14 DAY TRIAL // Security researchers warn that variants of a ZeuS spin-off trojan called Ice-IX are being distributed from osCommerce websites compromised during a recent mass injection attack.
The attack targeting osCommerce installations vulnerable to a flaw that dates from November 2010 began at the end of July.
The code injection campaign escalated quickly and the number of infected pages jumped from 90,000 to over 3.8 within a week and 8 million two weeks later.
The attack even prompted the German Federal Office for Information Security (BSI) to issue an alert because many of the infected websites are German online shops.
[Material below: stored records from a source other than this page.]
import type { Warning } from '../../schemas/analysisDocument.ts';
import { KerbnoteError } from '../../schemas/kerbnoteError.ts';
import { findMarks } from '../laps/findMarks.ts';
import { judgeLaps } from '../laps/judgeLaps.ts';
import type { LapMarks } from '../laps/lapMarks.ts';
import { listLaps } from '../laps/listLaps.ts';
import type { Channels, PlacedRun, ReferencePath } from '../model.ts';
import { median } from '../stats/quantile.ts';
import { placedEnds } from '../trace/placeTime.ts';
import { alignPositions } from './alignPositions.ts';
import { anchorPlace } from './anchorPlace.ts';
import { changeFrame } from './changeFrame.ts';
import { freshPositions } from './freshPositions.ts';
import type { Positions } from './freshPositions.ts';
import { fusePlace } from './fusePlace.ts';
import { bendReader, curvatureFromMotion, curvatureFromPositions, steeringScaleFor } from './ownCurvature.ts';
import { geometryOfPath } from './pathGeometry.ts';
import { distanceAt, stretchPlace } from './stretchPlace.ts';
import { placeByTrackDistance } from './trackDistance.ts';
import { trackOnPath } from './trackOnPath.ts';

/** A run is on a path when it is found near it over this share of its way. */
const LEAST_ON_PATH = 0.5;
/** Without positions, when its laps are as long as the path but for this share: the scale of a speed sensor. */
const LARGEST_LENGTH_DIFFERENCE = 0.06;

export interface PlaceRunOptions {
	/** what is already known of the run, so that it is not worked out twice */
	known?: { positions: Positions | null; marks: LapMarks };
}

/**
 * Lays a run on a path: every sample gets an unwrapped place, turn · L + s, and its distance from the path; laps are cut where the
 * place passes whole turns, and judged.
 *
 * With positions the samples are dropped on the path; without, places go by distance between the run's lap marks, stretched between
 * matched speed minima. Where the file's own crossings are finely known and lie on the path's line, places are pinned to them.
 *
 * @param path the run's own, or a known layout's
 * @returns the placed run and what is to be said about it
 * @throws {KerbnoteError} `reference_mismatch` where the run is not on this path, or goes round the other way
 */
export function placeRun(
	channels: Channels,
	path: ReferencePath,
	options: PlaceRunOptions = {}
): { placed: PlacedRun; warnings: Warning[] } {
	const inFrame = options.known ? channels : framed(channels, path);
	const positions = options.known ? options.known.positions : freshPositions(inFrame);
	const marks = options.known?.marks ?? findMarks(inFrame, positions, null);
	const usable = positions !== null && path.origin === 'positions';
	// a run that made the path belongs on it, even if it hardly moves
	const laid =
		(usable ? byPositions(inFrame, positions, path, marks, options.known !== undefined) : null) ??
		byDistance(inFrame, path, marks, options.known !== undefined);
	countFromFirstTurn(laid.placeM, path);
	const unjudged: PlacedRun = { ...laid, channels: inFrame, path, laps: [] };
	unjudged.laps = listLaps(unjudged, marks);
	const placed = { ...unjudged, laps: judgeLaps(unjudged) };
	return { placed, warnings: lapWarnings(placed) };
}

type Laid = Pick<PlacedRun, 'placeM' | 'offsetM' | 'curvaturePerM'>;

/** @returns null where the path's own run cannot be followed along it */
function byPositions(
	channels: Channels,
	positions: Positions,
	path: ReferencePath,
	marks: LapMarks,
	isOwn: boolean
): Laid | null {
	const geometry = geometryOfPath(path);
	let tracked = trackOnPath(positions, channels, geometry);
	if (tracked.reversed || !(tracked.onPath >= LEAST_ON_PATH)) {
		if (isOwn) return null;
		throw tracked.reversed
			? mismatch('goes round the other way', 'Choose a reference driven in the same direction')
			: notHere();
	}
	let moved = positions;
	const shift = alignPositions(tracked, geometry);
	if (shift) {
		moved = shifted(positions, shift.xM, shift.yM);
		tracked = trackOnPath(moved, channels, geometry);
	}
	const dense = fusePlace(moved, channels, tracked, geometry);
	placeByTrackDistance(dense.placeM, channels, path, marks);
	anchorPlace(dense.placeM, channels, path.lengthM, marks);
	return {
		placeM: dense.placeM,
		offsetM: dense.offsetM,
		curvaturePerM: curvatureFromPositions(positions, channels)
	};
}

function byDistance(channels: Channels, path: ReferencePath, marks: LapMarks, isOwn: boolean): Laid {
	const ways = Array.from(marks.crossingS, (t) => distanceAt(channels, t));
	const usual = median(ways.slice(1).map((way, k) => way - ways[k]));
	if (!isOwn && Math.abs(usual / path.lengthM - 1) > LARGEST_LENGTH_DIFFERENCE) throw notHere();
	const placeM = stretchPlace(channels, marks, path);
	placeByTrackDistance(placeM, channels, path, marks);
	const reader = bendReader(channels, path.origin, steeringScaleFor(channels, placeM, path));
	return { placeM, offsetM: null, curvaturePerM: reader && curvatureFromMotion(channels, reader) };
}

/** Channels with their positions in the path's frame. */
function framed(channels: Channels, path: ReferencePath): Channels {
	const { xM, yM, origin } = channels;
	if (!xM || !yM || path.origin !== 'positions') return channels;
	if ((origin === null) !== (path.frame === null)) return { ...channels, xM: null, yM: null, origin: null };
	if (!origin || !path.frame) return channels;
	const same = origin.latitudeDeg === path.frame.latitudeDeg && origin.longitudeDeg === path.frame.longitudeDeg;
	if (same) return channels;
	return { ...channels, ...changeFrame(xM, yM, origin, path.frame), origin: path.frame };
}

function shifted(positions: Positions, byX: number, byY: number): Positions {
	return { ...positions, xM: positions.xM.map((x) => x + byX), yM: positions.yM.map((y) => y + byY) };
}

/** Counts places, in place, so that the first passage of the line is at 0. */
function countFromFirstTurn(placeM: Float64Array, { lengthM, closed }: ReferencePath): void {
	const { first, last } = placedEnds(placeM);
	if (!closed || first > last) return;
	const step = 1.6 * (placeM[Math.min(first + 1, last)] - placeM[first]);
	const turnM = Math.ceil((placeM[first] - step) / lengthM) * lengthM;
	if (turnM !== 0) for (let i = 0; i < placeM.length; i++) placeM[i] -= turnM;
}

function lapWarnings({ laps, path }: PlacedRun): Warning[] {
	const timed = laps.filter((lap) => lap.kind === 'timed');
	if (timed.length === 0) {
		return [{ code: 'no_complete_lap', message: 'the recording holds no complete lap', row: null }];
	}
	const warnings: Warning[] = [];
	if (!timed.some((lap) => lap.clean)) {
		warnings.push({ code: 'no_clean_lap', message: 'no lap is clean; the fastest timed one stands in', row: null });
	}
	if (timed.some((lap) => lap.reasons.includes('time_coarse'))) {
		const plusMinusMs = Math.round(Math.max(...timed.map((lap) => lap.plusMinusS)) * 1000);
		warnings.push({
			code: 'lap_time_from_samples',
			message: `lap times are known to ±${plusMinusMs} ms, because the file only says at which sample a lap begins`,
			row: null
		});
	}
	if (path.origin === 'speedOnly') {
		warnings.push({
			code: 'speed_only',
			message: 'the file has nothing that turns: corners were found from speed alone',
			row: null
		});
	}
	return warnings;
}

function notHere(): KerbnoteError {
	return mismatch('does not follow this path', 'Choose a reference from the same circuit and layout');
}

function mismatch(what: string, remedy: string): KerbnoteError {
	return new KerbnoteError('reference_mismatch', `a run on this layout must follow its path, this run ${what}`, remedy);
}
The code injected into the pages leads to externally-hosted drive-by download exploits that target vulnerabilities in unpatched versions of Java, Adobe Reader, Internet Explorer and Windows XP.
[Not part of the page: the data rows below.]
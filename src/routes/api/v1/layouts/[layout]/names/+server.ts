import { layoutNamesSchema } from '$lib/schemas/api';
import { apiRoute } from '$lib/server/http/apiRoute';
import { readJson } from '$lib/server/http/readInput';
import { requireViewer } from '$lib/server/http/requireViewer';
import { nameLayout } from '$lib/server/services/nameLayout';
import type { RequestEvent } from './$types';

/** Gives a circuit, its layout and its corners their names. */
export const PATCH = apiRoute<RequestEvent>(async (event) => {
	const viewer = requireViewer(event, 'runs:write');
	await nameLayout(viewer, event.params.layout, await readJson(event.request, layoutNamesSchema));
	return new Response(null, { status: 204 });
});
If exploitation is successful, a trojan is installed on the victim's computers. According to the Malware Domain List, a non-commercial community project that tracks malicious URLs, that trojan is now Ice-IX.
"Ice-IX (modified Zeus) is currently being distributed by Oscommerce mass compromise campaign," the project warned via Twitter. Ice IX is a new banking trojan based on the ZeuS source code leaked earlier this year.
The Ice-IX builder is sold on the underground market for as much as $1,800. Like ZeuS, it injects itself into browser processes to steal information, but one particularly of samples seen so far is that they also steal Amazon AWS credentials.
Online shop owners who use osCommerce should upgrade to versions 2.3.1 or 3.0.2 of the platform as soon as possible. They are also advised to strengthen the security of their installations by implementing several recommendations described in a post on the osCommerce support forum.
Users should keep the software installed on their computers up to date and should run an antivirus solution capable of scanning web traffic.